Yocto Build Failure Swat Team

From Yocto Project
Revision as of 13:13, 21 December 2020 by RossBurton (talk | contribs) (→‎Process)
Jump to navigationJump to search

Overview

The role of the Bug Swat Team is to monitor the autobuilder and do preliminary investigation of failures, to ensure that they are logged and brought to the attention of the appropriate owner.

All builds that are run on the public autobuilder are important for the Yocto Project, whether they be routine validation runs (master or release branches) or a pre-integration test builds (master-next, stable/*, and others). Random failures if ignored accumulate and can result in a significant number of builds failing.

Each week a different member of the team is on call. Every build that fails on the autobuilder should be monitored unless told otherwise. The rotation happens at the end of Friday (deliberately vague), any failures over the weekend should be triaged by the incoming member on Monday.

Importantly, the Swat Team isn't responsible for resolving issues encountered on the autobuilder, just enough analysis that it can be logged and the appropriate owner notified.

The Swat Chairs are the primary contact for the Swat Team. The current Swat Chairs are Ross Burton, Armin Kuster and Richard Purdie. The Chairs are assisted by Stephen K. Jolley who handles the rotation process.

Process

The process is simply three steps:

  1. Identify build failures
  2. Report the build failures
  3. Update the build log

Identify

To be notified when a build fails you can subscribe to the yocto-builds mailing list. This is sent a mail when an 'important' build fails, and includes direct links to the autobuilder job summary, the BuildLog, and the Error Reporting Service.

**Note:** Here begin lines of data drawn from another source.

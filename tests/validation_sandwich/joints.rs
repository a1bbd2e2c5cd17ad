//! Whole joints on sandwich panels: turned upside down, and with cores of many kinds.

use std::f64::consts::PI;

use ringsum::{
    estimate::{self, CaseResult, Chain, Choice, Fineness, Options, Watch},
    joint,
};

/// The panel's table.
fn panel(sandwich: &str, rest: &str) -> String {
    format!(
        "[[plate]]\nname = \"panel\"\nmaterial = \"Al 2024-T3\"\nthickness = \"12 mm\"\nsandwich = {{ {sandwich} }}\n\
         size = [\"50 mm\", \"40 mm\"]\nfinish = {{ roughness = \"Rq 1 µm\", slope = 0.1, flatness = \"0 mm\" }}\n{rest}\n"
    )
}

/// The base's table.
fn base(rest: &str) -> String {
    format!(
        "[[plate]]\nname = \"base\"\nmaterial = \"Al 6061-T6\"\nthickness = \"4 mm\"\nsize = [\"50 mm\", \"40 mm\"]\n\
         finish = {{ roughness = \"Rq 1 µm\", slope = 0.1, flatness = \"0 mm\" }}\n{rest}\n"
    )
}

/// A file of two plates with two bolts; heads on the base, inserts of 8 mm.
fn file(plates: &[String; 2], proud: &str) -> String {
    format!(
        "[service]\nmedium = \"air\"\n{}{}[fastener]\nthread = \"M4\"\ngrade = \"8.8\"\nfrom = \"base\"\n\
         bearing = \"8 mm\"\nhole = \"4.5 mm\"\npreload = \"2 kN\"\nshank_path = false\n\
         engagement = {{ kind = \"insert\", length = \"8 mm\", flange = \"14 mm\", proud = \"{proud}\" }}\n\
         at = [[\"10 mm\", \"20 mm\"], [\"40 mm\", \"20 mm\"]]\n",
        plates[0], plates[1]
    )
}

fn case(text: &str) -> CaseResult {
    let joint = joint::read(text).unwrap_or_else(|faults| panic!("{faults:#?}"));
    let choice = Choice::elastic(Fineness::Fast, 1_000_000_000);
    let chain = Chain::of(&joint, choice, &Watch::none()).expect("it has a field");
    let options = Options { draws: 0, seed: 1 };
    let found = estimate::nominal(&chain, &options).expect("it has a number");
    found.cases[0].clone()
}

const CORE: &str =
    "face_sheet = \"0.5 mm\", core_conductivity = \"1.2 W/(m·K)\", core_modulus = \"600 MPa\"";
const ISOTHERMAL: &str = "heated = { face = \"isothermal\" }";

// Held on both outer faces, heat meets the same resistance either way, whatever lies between (reciprocity).
// An insert that ends in the core makes the panel's layers differ: turned about wrongly they would conduct
// by another sum. 1e-6: residuals of both solutions, and the held faces.
#[test]
fn a_panel_conducts_the_same_upside_down() {
    let last = file(&[base(ISOTHERMAL), panel(CORE, "")], "20 µm");
    let first = file(&[panel(CORE, ISOTHERMAL), base("")], "20 µm");
    let [last, first] =
        [last, first].map(|text| case(&text).results.source_to_sink.resistance.nominal);
    assert!((first / last - 1.0).abs() < 1e-6, "{first} {last}");
}

// Bounds of a conduction path (textbook, from memory): planes held at one temperature can only help heat,
// walls that it may not cross can only hinder it. Inserts of 11 mm leave half a millimetre of the core.
// Base and sheets stand in series with both; 2 % on the areas, which are sampled.
#[test]
fn heat_through_long_inserts_stays_between_its_bounds() {
    let text = file(&[base(ISOTHERMAL), panel(CORE, "")], "0 µm");
    let found = case(&text.replace("length = \"8 mm\"", "length = \"11 mm\""));
    let joint = joint::read(&text).expect("it is read");
    let k = |plate: usize| joint.plates[plate].material.conductivity.value;
    let sandwich = joint.plates[1].sandwich.as_ref().expect("a sandwich");
    let (insert, core) = (sandwich.insert.conductivity.value, 1.2);
    let hole = PI * 2.25e-3 * 2.25e-3;
    let far_hole = joint.fasteners[0].hole_radius[1].powi(2) * PI;
    let filled = 2.0 * (PI * 7e-3 * 7e-3 - far_hole);
    let whole = 50e-3 * 40e-3 - 2.0 * far_hole;
    let ends = 4e-3 / (k(0) * (50e-3 * 40e-3 - 2.0 * hole));
    let above = 10.5e-3 / (insert * filled + core * (whole - filled));
    let lower = ends + above + 0.5e-3 / (core * whole);
    let sheets = 1e-3 / k(1);
    let by_insert = filled / (10.5e-3 / insert + 0.5e-3 / core + sheets);
    let by_core = (whole - filled) / (11e-3 / core + sheets);
    let upper = ends + 1.0 / (by_insert + by_core);
    let found = found.results.perfect_contact.resistance.nominal;
    assert!(
        0.98 * lower < found && found < 1.02 * upper,
        "{lower} {found} {upper}"
    );
    // Inserts that stop at 8 mm leave seven times the core below them.
    let short = case(&text).results.perfect_contact.resistance.nominal;
    assert!(short > 1.5 * found, "{short} {found}");
}

// Proud inserts part the faces beside them: in air the joint loses most of what crosses there.
#[test]
fn inserts_that_stand_out_more_never_conduct_better() {
    let found: Vec<f64> = ["0 µm", "20 µm", "100 µm"]
        .into_iter()
        .map(|proud| {
            let text = file(&[base(""), panel(CORE, "")], proud);
            case(&text).results.source_to_sink.resistance.nominal
        })
        .collect();
    assert!(found[0] < found[1] && found[1] < found[2], "{found:?}");
}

Alternatively, these services can be monitored periodically. The Autobuilder 'Yocto console view' is an overview of the top-level builds (a-full and a-quick) and all the sub-builds they create. The BuildLog is a wiki page that is updated when builds fail with links to the appropriate logs. The Error Reporting Service collates errors from the autobuilder.

Both the mail notification and the BuildLog will include notes from the build owner, so check this for any useful context. For example, it may request that failures are reported directly to a specific person instead of bugs created, or that Swat should ignore the build entirely.

Report

Unless told otherwise, the usual process is as follows:

For builds against master or a release branch, all issues observed should be filed in Bugzilla. Remember to search first to ensure that the issue isn't already filed as, for example, many bugs that occur intermittently are already filed and have "AB-INT" in the whiteboard field.

For builds against staging branches (master-next, stable/dunfell-nut, etc), attempt to identify what patch in the branch is likely responsible for the failure. For example, if wget fails with libgnutls errors and there is a GnuTLS upgrade in the branch, that is the likely candidate. If a patch can be identified reply on the mailing list with the failure details. If it isn't obvious which patch is responsible for the failure, or a patch can be identified but it has been merged to the release branch, then file a bug and ensure the branch owner is either the assignee or on the CC list.

If in doubt, file a bug. All observed errors must be actioned unless a patch has already been sent for the issue, in which case please make note of this in the BuildLog.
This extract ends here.